The scientists also analyzed skin samples from the RDEB patients’ wounds, and found that skin cells in the wounds expressed high levels of IL-6. This supports the idea that the skin is a main source of IL-6 in RDEB.

High levels of the protein SAA also were found in blood and skin samples from RDEB patients, according to the researchers.

SAA is known to be produced by the activation of toll-like receptors — immune proteins that function as detectors for invading bacteria.

In a battery of further experiments in skin cells, the researchers showed that activating toll-like receptors led to increased production of both SAA and IL-6. The team further showed that SAA itself also could activate toll-like receptors, which triggered the production of more IL-6 and more SAA, which further activates toll-like receptors, and so forth.

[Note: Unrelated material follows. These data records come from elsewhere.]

#[cfg(test)]
mod tests {
    use super::*;

    /// Spreads (10 to 1,000 bp) at the tenors of 6M to 10Y, each tenor there with probability
    /// `quoted`.
    fn random_spreads(next: &mut dyn FnMut() -> f64, quoted: f64) -> BTreeMap<u32, f64> {
        let mut m = BTreeMap::new();
        for t in [6u32, 12, 24, 36, 60, 84, 120] {
            if next() < quoted {
                m.insert(t, 10f64.powf(1.0 + 2.0 * next()));
            }
        }
        m
    }

    /// The move on sorted pairs is the move on maps, bit for bit: tenor sets that overlap in
    /// part, in full and not at all, and empty ones.
    #[test]
    fn spread_move_on_sorted_pairs_is_the_map_form() {
        let mut rng = crate::sim::rng::Rng::new(11);
        let mut next = move || rng.uniform();
        let entity: Arc<str> = "Alder".into();
        let (mut some, mut none) = (0, 0);
        for _ in 0..2_000 {
            let (prev, now) = (random_spreads(&mut next, 0.6), random_spreads(&mut next, 0.6));
            let pairs = |m: &BTreeMap<u32, f64>| m.iter().map(|(&t, &s)| (t, s)).collect::<Vec<_>>();
            let want = spread_move(&entity, d("2024-01-02"), &prev, &now);
            let got = spread_move_sorted(&entity, d("2024-01-02"), &pairs(&prev), &pairs(&now));
            match (want, got) {
                (Some(w), Some(g)) => {
                    assert_eq!(w.mean_abs_change_bp.to_bits(), g.mean_abs_change_bp.to_bits());
                    assert_eq!(w.mean_level_bp.to_bits(), g.mean_level_bp.to_bits());
                    some += 1;
                }
                (None, None) => none += 1,
                (w, g) => panic!("{w:?} against {g:?}"),
            }
        }
        assert!(some > 1_000 && none > 10, "{some} {none}");
    }

    fn d(text: &str) -> NaiveDate {
        NaiveDate::parse_from_str(text, "%Y-%m-%d").unwrap()
    }

    fn obs(date: &str, value: f64) -> Observation {
        Observation { series: "pd_1y".into(), entity: "Alder".into(), grade: Some(3), date: d(date), value }
    }

    /// The mean change summed as the changes are met is the mean of the gathered changes, bit
    /// for bit: tenor sets that overlap in part, in full and not at all.
    #[test]
    fn spread_move_is_the_mean_of_the_gathered_changes() {
        let mut rng = crate::sim::rng::Rng::new(7);
        let mut next = move || rng.uniform();
        let entity: Arc<str> = "Alder".into();
        let mut compared = 0;
        for _ in 0..2_000 {
            let (prev, now) = (random_spreads(&mut next, 0.7), random_spreads(&mut next, 0.7));
            let changes: Vec<f64> = now.iter().filter_map(|(t, s)| prev.get(t).map(|p| (s - p).abs())).collect();
            let got = spread_move(&entity, d("2024-01-02"), &prev, &now);
            if changes.is_empty() {
                assert!(got.is_none());
                continue;
            }
            let want = changes.iter().sum::<f64>() / changes.len() as f64;
            assert_eq!(got.unwrap().mean_abs_change_bp.to_bits(), want.to_bits());
            compared += 1;
        }
        assert!(compared > 1_000, "{compared}");
    }

    #[test]
    fn panel_drops_bad_values_and_repeats() {
        let o =
            [obs("2024-01-03", 0.02), obs("2024-01-02", 0.01), obs("2024-01-03", 0.05), obs("2024-01-04", f64::NAN)];
        let (panel, s) = build_panel(&o);
        let pts = &panel[&("pd_1y".to_string(), "Alder".to_string())];
        assert_eq!(pts.iter().map(|p| p.value).collect::<Vec<_>>(), vec![0.01, 0.02]);
        assert_eq!(s, InputSummary { used: 2, non_finite: 1, duplicates: 1, market_unusable: 0 });
    }

    #[test]
    fn a_point_is_sixteen_bytes_and_keeps_its_grade() {
        assert_eq!(std::mem::size_of::<Point>(), 16);
        for g in [None, Some(0), Some(1), Some(6), Some(u32::MAX - 1)] {
            assert_eq!(Point::new(d("2024-01-05"), 1.0, g).grade(), g);
        }
    }

    #[test]
    fn gaps_break_the_chain() {
        // Fri 5 Jan -> Mon 8 Jan is 3 days (a move); 8 Jan -> 22 Jan is 14 days (no move).
        let pts: Vec<Point> = [("2024-01-05", 1.0), ("2024-01-08", 1.2), ("2024-01-22", 2.0), ("2024-01-23", 1.0)]
            .iter()
            .map(|&(t, v)| Point::new(d(t), v, None))
            .collect();
        let m = daily_moves(&pts, 5);
        assert_eq!(m.len(), 2);
        assert_eq!(m[0].date, d("2024-01-08"));
        assert!((m[0].abs_change() - 0.2).abs() < 1e-12);
        assert_eq!(m[1].abs_relative(), Some(0.5));
    }

    /// The period means summed by a hash of their keys are those of the ordered map they
    /// replaced, bit for bit (each key's moves added in the moves' order), with unusable moves
    /// counted; and the panel's histories put in order side by side are the one pass's.
    #[test]
    fn hashed_sums_and_parallel_histories_are_the_ordered_forms() {
        let mut rng = crate::sim::rng::Rng::new(3);
        let names: Vec<Arc<str>> = (0..40).map(|i| Arc::from(format!("Entity {i}"))).collect();
        let start = d("2019-01-01");
        let market: Vec<MarketMove> = (0..20_000)
            .map(|i| MarketMove {
                entity: names[(rng.uniform() * 40.0) as usize % 40].clone(),
                date: start + chrono::Days::new((rng.uniform() * 1500.0) as u64),
                mean_abs_change_bp: if i % 97 == 0 { f64::NAN } else { 10.0 * rng.uniform() },
                mean_level_bp: 50.0 + 300.0 * rng.uniform(),
            })
            .collect();
        let settings = StabilitySettings::default();
        let (got, unusable) = market_by_period(&market, &settings);
        let mut acc: BTreeMap<(&str, Period), (f64, usize)> = BTreeMap::new();
        for m in &market {
            if let Some(r) = m.relative() {
                let e = acc.entry((&*m.entity, settings.period.of(m.date))).or_default();
                e.0 += r;
                e.1 += 1;
            }
        }
        let want: Vec<((String, Period), u64)> =
            acc.into_iter().map(|((e, p), (s, n))| ((e.to_string(), p), (s / n as f64).to_bits())).collect();
        assert_eq!(got.into_iter().map(|(k, v)| (k, v.to_bits())).collect::<Vec<_>>(), want);
        assert_eq!(unusable, market.iter().filter(|m| m.relative().is_none()).count());

        let mut b = PanelBuilder::new();
        let series: Arc<str> = Arc::from("hazard_5y");
        for m in &market {
            b.push(&series, &m.entity, Some(2), m.date, m.mean_level_bp);
        }
        let mut want_panel: Panel = BTreeMap::new();
        let (mut used, mut duplicates) = (0, 0);
        for ((s, e), mut points) in b.histories.clone() {
            let before = points.len();
            points.sort_by_key(|p| p.date);
            points.dedup_by_key(|p| p.date);
            duplicates += before - points.len();
            used += points.len();
            want_panel.insert((s.to_string(), e.to_string()), points);
        }
        let (panel, summary) = b.finish();
        assert!(duplicates > 100);
        assert_eq!((summary.used, summary.duplicates), (used, duplicates));
        assert_eq!(panel, want_panel);
    }
}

Based on these findings, the researchers concluded that “the persistent expression of IL-6 and SAA in RDEB patients could be linked to continuous production of SAA” that leads to an “inflammatory feedback loop” in patients’ skin cells.

More research is needed, but the team noted that their findings “might help to find [a potential treatment] candidate to modulate inflammatory conditions of RDEB.”

One notable limitation of these cell studies, according to the researchers, is that they were done using cell lines, not cells from RDEB patients. Thus, further work is needed to confirm whether these findings are applicable in people with the disease.